- **ASSIGNED TASK**
Would you reproduce, without any alteration, the lines from the opening line of the entries through the line that has "const port = (settings: Partial<Port>): Port" in it?

** RECORDS PROVIDED follows **

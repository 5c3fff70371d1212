import { describe, expect, it } from 'vitest';
import {
  circuitIn,
  circuitOut,
  gatewayPortCarries,
  popTag,
  pushTag,
  switchIn,
  switchOut,
  tagList,
} from '#engine/network/frame-tags.ts';
import type { Port, PortCircuit } from '#engine/network/network.ts';

const port = (settings: Partial<Port>): Port => ({ number: 1, role: 'lan', ...settings });
const circuit = (settings: Partial<PortCircuit>): PortCircuit => ({
  kind: 'port',
  rank: 'a0',
  port: 'lan1',
  vlans: 'all',
  ...settings,
});
const doubled = pushTag(20, 110)!;

describe('tags of a frame', () => {
  it('are a stack of two at most', () => {
    expect(tagList(0)).toEqual([]);
    expect(tagList(doubled)).toEqual([110, 20]);
    expect(popTag(doubled)).toBe(20);
    expect(pushTag(doubled, 7)).toBeUndefined();
  });
});

describe('a port of a switch', () => {
  it('in access mode takes untagged frames alone, into its VLAN or VLAN 1', () => {
    const access = port({ mode: 'access', vlan: 110 });
    expect([switchIn(access, 0), switchIn(access, 110)]).toEqual([110, undefined]);
    expect([switchOut(access, 110), switchOut(access, 120)]).toEqual([0, undefined]);
    expect(switchIn(port({}), 0)).toBe(1);
  });

  it('in trunk mode takes what is allowed, and untagged frames where it has a native VLAN', () => {
    const trunk = port({ mode: 'trunk', allowedVlans: [110], nativeVlan: 5 });
    expect([110, 120, 0].map((tags) => switchIn(trunk, tags))).toEqual([110, undefined, 5]);
    expect([110, 120, 5].map((tags) => switchOut(trunk, tags))).toEqual([110, undefined, 0]);
    expect(switchIn(port({ mode: 'trunk' }), 0)).toBeUndefined();
    expect(switchIn(port({ mode: 'trunk' }), doubled)).toBe(doubled);
  });
});

describe('a port of a gateway', () => {
  it('restricts what circuits may take where it says so', () => {
    expect(gatewayPortCarries(port({}), 110)).toBe(true);
    expect(gatewayPortCarries(port({ mode: 'access', vlan: 110 }), 110)).toBe(false);
    expect(gatewayPortCarries(port({ mode: 'trunk', allowedVlans: [120] }), 110)).toBe(false);
    expect(gatewayPortCarries(port({ mode: 'trunk', nativeVlan: 110 }), 110)).toBe(false);
    expect(gatewayPortCarries(port({ mode: 'access', vlan: 110 }), 0)).toBe(true);
  });
});

describe('a circuit', () => {
  it('of a single VLAN takes its tag off and puts it back', () => {
    const one = circuit({ vlans: [110] });
    expect([circuitIn(one, 110), circuitIn(one, 120), circuitIn(one, 0)]).toEqual([0, undefined, undefined]);
    expect(circuitOut(one, 0)).toEqual([110]);
    expect(circuitOut(one, 20)).toEqual([doubled]);
    expect(circuitOut(one, doubled)).toEqual([]);
  });

  it('of several keeps tags, and merges them only where told to', () => {
    const several = circuit({ vlans: [110, 120] });
    expect([circuitIn(several, 120), circuitOut(several, 120), circuitOut(several, 0)]).toEqual([
      120,
      [120],
      [],
    ]);
    const merging = circuit({ vlans: [110, 120], tag: 'removed' });
    expect([circuitIn(merging, 120), circuitOut(merging, 0)]).toEqual([0, [110, 120]]);
  });

  it('translates both ways', () => {
    const one = circuit({ vlans: [310], translate: { '310': 110 } });
    expect([circuitIn(one, 310), circuitOut(one, 110), circuitOut(one, 310)]).toEqual([110, [310], []]);
  });

  it('of untagged frames carries no others', () => {
    const bare = circuit({ vlans: 'untagged' });
    expect([circuitIn(bare, 0), circuitIn(bare, 110)]).toEqual([0, undefined]);
    expect([circuitOut(bare, 0), circuitOut(bare, 110)]).toEqual([[0], []]);
  });
});
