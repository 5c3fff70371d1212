import AxeBuilder from '@axe-core/playwright';
import { afterAll, beforeAll, describe, expect, it } from 'vitest';
import { launchBrowser, type TestBrowser } from '../support/browser.ts';
import { newDesign, saved, signInAs, storedDesign } from './desk.ts';

let browser: TestBrowser;
beforeAll(async () => {
  browser = await launchBrowser();
});
afterAll(() => browser.close());

describe('the Stretch assistant', () => {
  it('makes a design of a form, refuses what contradicts itself, and stretches a segment further', async () => {
    const page = await browser.newPage();
    await signInAs(page, 'architect');
    await newDesign(page, 'From a form', 'Stretch');
    const dialog = page.getByRole('dialog', { name: 'Stretch' });
    await dialog.getByRole('button', { name: 'Add by names…' }).click();
    await dialog.getByLabel('Names, one on each line').fill('Head office\nGullhaven\nOrrin Point\nSkerry');
    await dialog.getByText('Full mesh', { exact: true }).click();
    await dialog.getByText('Filtered', { exact: true }).click();
    await dialog.getByText(/Filtered: yes\. Expected a hub or a chain/).waitFor();
    expect(await dialog.getByRole('button', { name: 'Put it on the sheet' }).isDisabled()).toBe(true);
    await dialog.getByText('Hub', { exact: true }).click();
    await dialog.getByText(/^All \d+ checks pass$/).waitFor();
    const { violations } = await new AxeBuilder({ page })
      .include('[role=dialog]')
      .withTags(['wcag2a', 'wcag2aa', 'wcag21a', 'wcag21aa', 'wcag22aa'])
      .analyze();
    expect(violations.map(({ id, nodes }) => `${id}: ${nodes[0]?.html}`)).toEqual([]);
    await dialog.getByRole('button', { name: 'Put it on the sheet' }).click();
    await dialog.waitFor({ state: 'hidden' });
    await saved(page);
    expect(Object.keys((await storedDesign(page)).tunnels!)).toHaveLength(3);

    await page.locator('.part-button', { hasText: 'Segment 1' }).click();
    await page.getByRole('button', { name: 'Stretch to another site…' }).click();
    const further = page.getByRole('dialog', { name: 'Stretch Segment 1 to another site' });
    await further.getByRole('textbox', { name: 'Name' }).fill('Fennel Quay');
    await further.getByRole('textbox', { name: 'Name' }).press('Tab');
    await further.getByText('Adds 1 site, 1 tunnel, 1 association.').waitFor();
    await further.getByRole('button', { name: 'Stretch it' }).click();
    await further.waitFor({ state: 'hidden' });
    await saved(page);
    expect(Object.keys((await storedDesign(page)).tunnels!)).toHaveLength(4);
    await page.getByRole('button', { name: 'Undo', exact: true }).first().click();
    await page.getByRole('button', { name: 'Undo', exact: true }).first().click();
    await page.getByText('Nothing is on the sheet yet').waitFor();
    await page.context().close();
  });
});
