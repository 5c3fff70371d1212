import AxeBuilder from '@axe-core/playwright';
import { afterAll, beforeAll, expect, it } from 'vitest';
import { launchBrowser, type TestBrowser } from '../support/browser.ts';
import { newDesign, nodes, placePart, saved, signInAs } from './desk.ts';

let browser: TestBrowser;
beforeAll(async () => {
  browser = await launchBrowser();
});
afterAll(() => browser.close());

it('two people see one another at work, and a guest sees what they froze until the link is revoked', async () => {
  const architect = await browser.newPage();
  await signInAs(architect, 'architect');
  await newDesign(architect, 'Worked on together', 'Demo');
  const path = new URL(architect.url()).pathname;
  const owner = await browser.newPage();
  await signInAs(owner, 'owner');
  await owner.goto(path);
  await nodes(owner, 'device').first().waitFor();
  const devices = await nodes(owner, 'device').count();

  // Who is there, and what they do, without anybody asking for it.
  await architect
    .getByRole('list', { name: 'Also here' })
    .getByRole('button', { name: /^Mara Tadese/ })
    .waitFor();
  await placePart(architect, 'Switch', { x: 0.5, y: 0.2 });
  await expect.poll(() => nodes(owner, 'device').count()).toBe(devices + 1);
  const tag = owner.getByRole('list', { name: 'Also here' }).getByRole('button', { name: /^Rosa Halloran/ });
  await expect.poll(() => tag.getAttribute('aria-label')).toMatch(/on the sheet, at /);
  await tag.click();
  await owner.getByRole('menuitem', { name: 'Follow their view' }).click();
  await owner.getByRole('button', { name: 'Stop following' }).waitFor();
  await saved(architect);
  await architect.getByRole('link', { name: 'Segments', exact: true }).click();
  await owner.getByRole('heading', { name: 'Segments' }).first().waitFor();
  // What one did is not the other's to undo.
  await expect.poll(() => owner.getByRole('button', { name: 'Undo' }).isDisabled()).toBe(true);
  await owner.context().close();

  await architect.getByRole('link', { name: 'Sheet', exact: true }).click();
  await architect.getByRole('button', { name: 'What to do with this revision' }).click();
  await architect.getByRole('menuitem', { name: 'Ask for review…' }).click();
  await architect.getByRole('dialog').getByRole('button', { name: 'Ask for review' }).click();
  await architect.getByText(/is in review, asked for by Rosa Halloran/).waitFor();
  await architect.goto(`${path}/shares`);
  await architect.getByRole('button', { name: 'New link' }).click();
  const dialog = architect.getByRole('dialog', { name: 'New link' });
  await dialog.getByRole('button', { name: 'Make the link' }).click();
  await dialog.getByText('For is empty. Say who the link is for, such as the customer.').waitFor();
  await dialog.getByLabel('For', { exact: true }).fill('Saltmarsh Ferries');
  await dialog.getByRole('button', { name: 'Make the link' }).click();
  const link = await architect.getByText(/\/share\/[\w-]{43}$/).innerText();

  const guest = await browser.newPage({ viewport: { width: 390, height: 844 } });
  await guest.goto(link);
  await guest.getByRole('heading', { name: 'Worked on together' }).waitFor();
  await guest.getByText('nobody has approved it, and nothing is to be built from it').waitFor();
  const sheet = guest.getByRole('img', { name: 'Sheet 1 of Worked on together' });
  await sheet.waitFor();
  await expect
    .poll(() => sheet.evaluate((image: HTMLImageElement) => image.naturalWidth))
    .toBeGreaterThan(500);
  const axe = await new AxeBuilder({ page: guest }).analyze();
  expect(axe.violations.filter(({ impact }) => impact === 'serious' || impact === 'critical')).toEqual([]);

  await architect.getByRole('button', { name: 'Revoke the link for Saltmarsh Ferries' }).click();
  await architect.getByText(/revoked by Rosa Halloran/).waitFor();
  await guest.reload();
  await guest.getByText('This link opens nothing any more').waitFor();
});
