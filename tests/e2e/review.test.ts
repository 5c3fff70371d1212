import AxeBuilder from '@axe-core/playwright';
import { afterAll, beforeAll, expect, it } from 'vitest';
import { launchBrowser, type TestBrowser } from '../support/browser.ts';
import { newDesign, nodes, placePart, saved, signInAs, storedDesign } from './desk.ts';

let browser: TestBrowser;
beforeAll(async () => {
  browser = await launchBrowser();
});
afterAll(() => browser.close());

it('a reviewer draws what should be otherwise and calls the architect, who looks at it and applies it', async () => {
  const architect = await browser.newPage();
  await signInAs(architect, 'architect');
  await newDesign(architect, 'Under review');
  await placePart(architect, 'Firewall', { x: 0.4, y: 0.4 });
  await saved(architect);

  const reviewer = await browser.newPage();
  await signInAs(reviewer, 'reviewer');
  await reviewer.goto(new URL(architect.url()).pathname);
  await nodes(reviewer, 'device').waitFor();
  await reviewer.getByRole('button', { name: 'Suggest a change' }).first().click();
  const bar = reviewer.getByRole('region', { name: 'Suggestion' });
  await nodes(reviewer, 'device').click();
  const name = reviewer
    .getByRole('complementary', { name: 'Inspector' })
    .getByRole('textbox', { name: 'Name' });
  await name.fill('fw-quay');
  await name.press('Enter');
  await bar.getByText('1 change, kept in this browser').waitFor();
  await bar.getByRole('button', { name: 'Send as suggestion…' }).click();
  const dialog = reviewer.getByRole('dialog', { name: 'Send as suggestion' });
  await dialog.getByRole('button', { name: 'Send', exact: true }).click();
  await dialog.getByText(/There are no words yet/).waitFor();
  await dialog.getByRole('textbox', { name: 'Why' }).pressSequentially('The name on the rack, @ros');
  await reviewer.getByRole('option', { name: /Rosa Halloran/ }).waitFor();
  await reviewer.keyboard.press('Enter');
  await reviewer.keyboard.press('Control+Enter');
  await bar.waitFor({ state: 'detached' });
  expect(Object.values(await storedDesign(reviewer).then(({ devices }) => devices!))).not.toContainEqual(
    expect.objectContaining({ name: 'fw-quay' }),
  );

  await architect.getByRole('navigation', { name: 'Design' }).getByRole('link', { name: 'Review' }).click();
  const thread = architect.getByRole('article', { name: /^Thread on Firewall/ });
  await thread.getByText('@Rosa Halloran').waitFor();
  const axe = await new AxeBuilder({ page: architect }).withTags(['wcag2a', 'wcag2aa', 'wcag22aa']).analyze();
  expect(axe.violations.map(({ id }) => id)).toEqual([]);
  await thread.getByRole('button', { name: 'Show' }).click();
  await architect.getByRole('button', { name: 'Show on the sheet' }).click();
  await architect.locator('.sheet-canvas').getByText('fw-quay').waitFor();
  await architect.getByRole('button', { name: 'Apply', exact: true }).click();
  await architect.getByText('The suggestion is part of the design now.', { exact: true }).waitFor();
  await architect.getByRole('tab', { name: 'Comments 0' }).waitFor();
  const names = Object.values((await storedDesign(architect))['devices']!).map(({ name: each }) => each);
  expect(names).toEqual(['fw-quay']);
});
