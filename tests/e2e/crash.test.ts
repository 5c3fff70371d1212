import { randomUUID } from 'node:crypto';
import { readFileSync, rmSync } from 'node:fs';
import { join } from 'node:path';
import { afterAll, describe, expect, it } from 'vitest';
import { startInBackground, waitUntilAnswering } from '../../server/bootstrap/background-process.mjs';
import { ensureWritableFolder, stateFolder } from '../../server/bootstrap/folders.mjs';
import { freeLoopbackPort } from '../../server/bootstrap/free-port.mjs';
import { acquireCluster } from '../../server/bootstrap/postgres-cluster.mjs';
import { clusterFolder } from '../../server/bootstrap/postgres-folder.mjs';
import { postgresUser, withoutPostgresVariables } from '../../server/bootstrap/postgres-programs.mjs';
import { migrate, seedDemo } from '../../server/bootstrap/schema.mjs';

const name = `crash-${process.pid}`;
const stops: (() => Promise<void>)[] = [];
afterAll(async () => {
  for (const stop of stops.reverse()) await stop();
  rmSync(join(stateFolder, name), { recursive: true, force: true });
});

const quiet = (): void => undefined;

/** The durable cluster and a server on it, both started as `npm start` does. */
const start = async (port: number) => {
  const cluster = await acquireCluster({ name, isDurable: true, say: quiet });
  await migrate(cluster.url);
  await seedDemo(cluster.url);
  const server = startInBackground(['--import', 'tsx', 'server/main.ts'], {
    env: {
      ...withoutPostgresVariables(process.env),
      NODE_ENV: 'production',
      DATABASE_URL: cluster.url,
      HOST: '127.0.0.1',
      PORT: String(port),
      PUBLIC_URL: `http://127.0.0.1:${port}`,
      SESSION_SECRET: 'a secret that is long enough for a test run',
      SMTP_URL: '',
    },
    logFile: join(ensureWritableFolder(join(stateFolder, 'test')), 'crash-server.log'),
  });
  stops.push(
    () => cluster.release(),
    () => server.stop(),
  );
  await waitUntilAnswering(server, 'The server', `http://127.0.0.1:${port}/api/health`);
  return { cluster, server };
};

/** A signed-in architect without a browser. */
const signIn = async (base: string) => {
  let cookie = '';
  const call = async (path: string, init: RequestInit = {}, token = ''): Promise<Response> => {
    const response = await fetch(base + path, {
      ...init,
      headers: { cookie, 'content-type': 'application/json', 'x-csrf-token': token },
    });
    const set = response.headers.getSetCookie().map((line) => line.split(';')[0]!);
    if (set.length > 0) cookie = set.join('; ');
    return response;
  };
  const first = (await (await call('/api/session')).json()) as { csrfToken: string };
  const session = (await (
    await call(
      '/api/session/demo',
      { method: 'POST', body: JSON.stringify({ role: 'architect' }) },
      first.csrfToken,
    )
  ).json()) as {
    csrfToken: string;
    memberships: { workspaceId: string }[];
  };
  return { call, token: session.csrfToken, workspaceId: session.memberships[0]!.workspaceId };
};

describe('server and database killed amid edits', () => {
  it('keeps every edit that was acknowledged, in order', async () => {
    const port = await freeLoopbackPort();
    const base = `http://127.0.0.1:${port}`;
    const running = await start(port);
    const { call, token, workspaceId } = await signIn(base);
    const list = (await (await call(`/api/workspaces/${workspaceId}/engagements`)).json()) as {
      engagements: { designs: { id: string }[] }[];
    };
    const designId = list.engagements[0]!.designs[0]!.id;
    const opened = (await (await call(`/api/designs/${designId}`)).json()) as { sequence: number };

    // One edit after another until the killing makes a request fail.
    const acknowledged: string[] = [];
    let sequence = opened.sequence;
    let stopped = false;
    const editing = (async () => {
      for (let i = 0; !stopped; i += 1) {
        const editId = randomUUID();
        const body = JSON.stringify({
          baseSequence: sequence,
          edits: [{ editId, patch: { meta: { supplementaryTitle: `Edit ${i}` } } }],
        });
        try {
          const response = await call(`/api/designs/${designId}/patches`, { method: 'POST', body }, token);
          if (response.status !== 200) return;
          sequence = ((await response.json()) as { sequence: number }).sequence;
          acknowledged.push(editId);
        } catch {
          return;
        }
      }
    })();
    await expect.poll(() => acknowledged.length, { timeout: 30_000 }).toBeGreaterThan(25);
    const folder = await clusterFolder(name, await postgresUser(null), quiet);
    process.kill(running.server.identity.pid, 'SIGKILL');
    process.kill(
      Number(readFileSync(join(folder, 'data', 'postmaster.pid'), 'utf8').split('\n')[0]),
      'SIGKILL',
    );
    stopped = true;
    await editing;
    await running.server.ended;

    await start(port);
    const again = await signIn(base);
    const log = (await (
      await again.call(`/api/designs/${designId}/patches?after=${opened.sequence}`)
    ).json()) as {
      patches: { editId: string; sequence: number }[];
    };
    const logged = log.patches.map((patch) => patch.editId);
    // At most one more than was acknowledged: the answer to the last may have been lost.
    expect(logged.slice(0, acknowledged.length)).toEqual(acknowledged);
    expect(logged.length - acknowledged.length).toBeLessThanOrEqual(1);
    const now = (await (await again.call(`/api/designs/${designId}`)).json()) as {
      document: { meta: { supplementaryTitle: string } };
    };
    expect(now.document.meta.supplementaryTitle).toBe(`Edit ${logged.length - 1}`);
  });
});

** End of RECORDS PROVIDED **

- **WORKED SOLUTION**
repository 5c3fff70371d1212
import { describe, expect, it } from 'vitest';
import {
  circuitIn,
  circuitOut,
  gatewayPortCarries,
  popTag,
  pushTag,
  switchIn,
  switchOut,
  tagList,
} from '#engine/network/frame-tags.ts';
import type { Port, PortCircuit } from '#engine/network/network.ts';

const port = (settings: Partial<Port>): Port => ({ number: 1, role: 'lan', ...settings });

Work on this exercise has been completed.